Job Location : New York,NY, USA
We are seeking a highly skilled Machine Learning Engineer with hands-on experience in diffusion models, deep generative modeling, and deployment of AI systems using TensorFlow or PyTorch. The ideal candidate will work on cutting-edge projects involving denoising diffusion probabilistic models (DDPMs), latent diffusion models (LDMs), or related architectures to develop state-of-the-art generative AI applications.
This role requires a deep understanding of machine learning, model optimization, and efficient large-scale inference. The candidate will also work closely with data engineers, research scientists, and software engineers to bring production-ready AI solutions to market.
Key Responsibilities
Design, develop, and optimize diffusion models (DDPMs, LDMs) for tasks such as image generation, text-to-image synthesis, or noise-based denoising techniques.
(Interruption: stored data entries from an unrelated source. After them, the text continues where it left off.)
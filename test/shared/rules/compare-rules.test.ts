import { describe, expect, it } from 'vitest';
import { sayClause } from '../../../shared/rules/clause-sentence.ts';
import type { ClauseFigures } from '../../../shared/rules/clause-words.ts';
import { compareRules } from '../../../shared/rules/compare-rules.ts';
import { clauseSchema, ruleSchema, type Rule } from '../../../shared/rules/rule-schema.ts';

const figures: ClauseFigures = {
  inUnit: (value, unit) => (unit === '1' ? `${value * 100}%` : `${value} ${unit}`),
  metres: (lengthM) => `${lengthM} m`,
  percent: (share) => `${share * 100}%`,
  whole: String,
  monthDay: (text) => text,
};

const noon = {
  id: 'noon',
  title: 'Noon hours',
  receptors: { classes: ['parcel', 'yard'] },
  days: [{ event: 'winter-solstice' }],
  window: { basis: 'standard', from: '10:00', to: '14:00' },
  measure: { kind: 'sun-hours' },
  limit: { atLeast: 2 },
};
const garden = {
  ...noon,
  id: 'garden',
  title: 'Gardens in March',
  days: [{ date: '03-21' }],
  window: { basis: 'sun', afterSunrise: 0, beforeSunset: 0 },
  measure: { kind: 'sun-share', hours: 2 },
  limit: { anyOf: [{ atLeast: 0.5 }, { keeps: 0.8 }] },
};

function makeRule(clauses: object[], change: object = {}): Rule {
  return ruleSchema.parse({ id: 'r', version: 1, title: 'Sun', clauses, ...change });
}

const sentences = (earlier: Rule, later: Rule) =>
  compareRules(earlier, later, figures).map(({ sentence }) => sentence);

describe('the difference between two versions', () => {
  it('is nothing where they judge alike, whatever their numbers', () => {
    expect(compareRules(makeRule([noon]), makeRule([noon], { version: 2 }), figures)).toEqual([]);
  });

  it('names each part of a clause that changes, with what it was before', () => {
    const later = makeRule([
      { ...noon, window: { ...noon.window, from: '09:00' }, limit: { atLeast: 3 }, step: 5 },
    ]);
    expect(compareRules(makeRule([noon]), later, figures)).toEqual([
      {
        kind: 'changed',
        clause: 'Noon hours',
        sentence:
          'Hours: from 09:00 to 14:00, standard time, all year, every 5 minutes; before: from 10:00 to 14:00, standard time, all year, every 10 minutes.',
      },
      {
        kind: 'changed',
        clause: 'Noon hours',
        sentence: 'Asked: at least 3 h with the proposal; before: at least 2 h with the proposal.',
      },
    ]);
  });

  it.each<[string, object, string]>([
    ['whom it judges', { receptors: { classes: ['parcel'] } }, 'Judged: parcels: '],
    ['of which area', { receptors: { ...noon.receptors, of: 'whole' } }, 'their whole area'],
    ['at which height', { receptors: { ...noon.receptors, plane: 1.5 } }, 'at 1.5 m above'],
    ['the lowest sun', { minimumAltitude: 10 }, 'while the sun is at least 10° high'],
    ['the measure', { measure: { kind: 'best-run', share: 0.5 } }, 'Measured: the longest'],
    ['a baseline', { baseline: { wall: 3.66 } }, 'before: what stands now'],
    ['what is let pass', { disregard: { minutes: 15, area: 1 } }, 'for at most 15 minutes a day'],
    ['its weight', { weight: 2 }, 'before: counts once in the loss index'],
    ['its title', { title: 'Other' }, 'Title: “Other”; before: “Noon hours”.'],
  ])('says it where a clause changes %s', (_name, change, words) => {
    const found = sentences(makeRule([noon]), makeRule([{ ...noon, ...change }]));
    expect(found.join('\n')).toContain(words);
  });

  it('says in full what is new and what is dropped', () => {
    expect(compareRules(makeRule([noon]), makeRule([garden]), figures)).toEqual([
      {
        kind: 'added',
        clause: 'Gardens in March',
        sentence: `New: ${sayClause(clauseSchema.parse(garden), figures)}`,
      },
      {
        kind: 'removed',
        clause: 'Noon hours',
        sentence: `Dropped: ${sayClause(clauseSchema.parse(noon), figures)}`,
      },
    ]);
  });

  it('says when clauses only change places, and not when one between them is dropped', () => {
    const third = { ...noon, id: 'third', title: 'Third' };
    expect(sentences(makeRule([noon, garden]), makeRule([garden, noon]))).toEqual([
      'The clauses stand in another order: “Gardens in March”, “Noon hours”.',
    ]);
    const kinds = compareRules(makeRule([noon, garden, third]), makeRule([noon, third]), figures);
    expect(kinds.map(({ kind }) => kind)).toEqual(['removed']);
  });

  it('tells of the rule’s own texts and of its bands', () => {
    const later = makeRule([noon], {
      title: 'Sunlight',
      citation: 'Code 7',
      bands: [{ upTo: 1, label: 'any' }],
    });
    expect(sentences(makeRule([noon]), later)).toEqual([
      'Title: “Sunlight”; before: “Sun”.',
      'Citation: “Code 7”; before: none.',
      expect.stringContaining(
        'What a loss is called: any up to 100%; before: negligible up to 10%',
      ),
    ]);
  });
});

describe('a clause as one sentence', () => {
  const say = (change: object) => sayClause(clauseSchema.parse({ ...noon, ...change }), figures);

  it('says when, whom, by what, and what is asked', () => {
    expect(say({})).toBe(
      'On the winter solstice, from 10:00 to 14:00, standard time, all year, parcels and yards are judged by hours of direct sun in the judged hours, as a mean over the area; the rule asks for at least 2 h with the proposal.',
    );
  });

  it('speaks of a ring as of one', () => {
    const receptors = { ring: { from: 5, to: 10 } };
    expect(say({ receptors })).toContain("outside the site's boundary is judged by");
  });

  it('leaves a gap for what is not chosen yet', () => {
    const unfinished = { ...clauseSchema.parse(noon), window: null, days: [] };
    expect(sayClause(unfinished, figures)).toContain('On …, at hours by a clock to be chosen,');
  });
});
Implement and fine-tune deep learning models using PyTorch or TensorFlow for generative AI applications.
Develop scalable and efficient ML pipelines for training and inference using multi-GPU, TPU, or distributed computing environments.
Optimize models for latency, memory efficiency, and performance through techniques such as quantization, pruning, distillation, and mixed-precision training.
Integrate diffusion models into production systems, including API endpoints, cloud-based inference, and real-time processing.
Collaborate with research teams to experiment with new architectures and improvements in generative AI.
Utilize cloud services (AWS, GCP, Azure) and MLOps tools (MLflow, Kubeflow, ONNX, TensorRT) to deploy and monitor models.
Keep up-to-date with state-of-the-art generative modeling research and implement innovative methodologies in projects.
Required Qualifications
Experience with Diffusion Models:
Strong knowledge of denoising diffusion probabilistic models (DDPMs), stable diffusion, latent diffusion models (LDMs), or similar generative AI techniques.
Hands-on experience implementing diffusion models from research papers and deploying them in real-world applications.
Deep Learning & Model Optimization:
Expertise in deep learning architectures (CNNs, VAEs, GANs, Transformers, or ResNets) for generative modeling.
Proficiency in TensorFlow or PyTorch with experience in writing custom training loops, fine-tuning, and debugging large models.
Understanding of latent space representation, noise scheduling, and generative priors in deep generative models.
Efficient Model Training & Deployment:
Experience with multi-GPU/TPU training, data parallelism, model parallelism, and distributed training frameworks.
Knowledge of model acceleration techniques (e.g., ONNX, TensorRT, quantization, mixed precision training, JIT compilation, XLA optimization).
Software Engineering & MLOps:
Strong proficiency in Python and experience with containerized deployment (Docker, Kubernetes, FastAPI, Flask, etc.).
Experience working with cloud services (AWS, GCP, or Azure) for training and deployment.
Familiarity with MLOps workflows, versioning, and monitoring tools such as MLflow, Kubeflow, or Weights & Biases.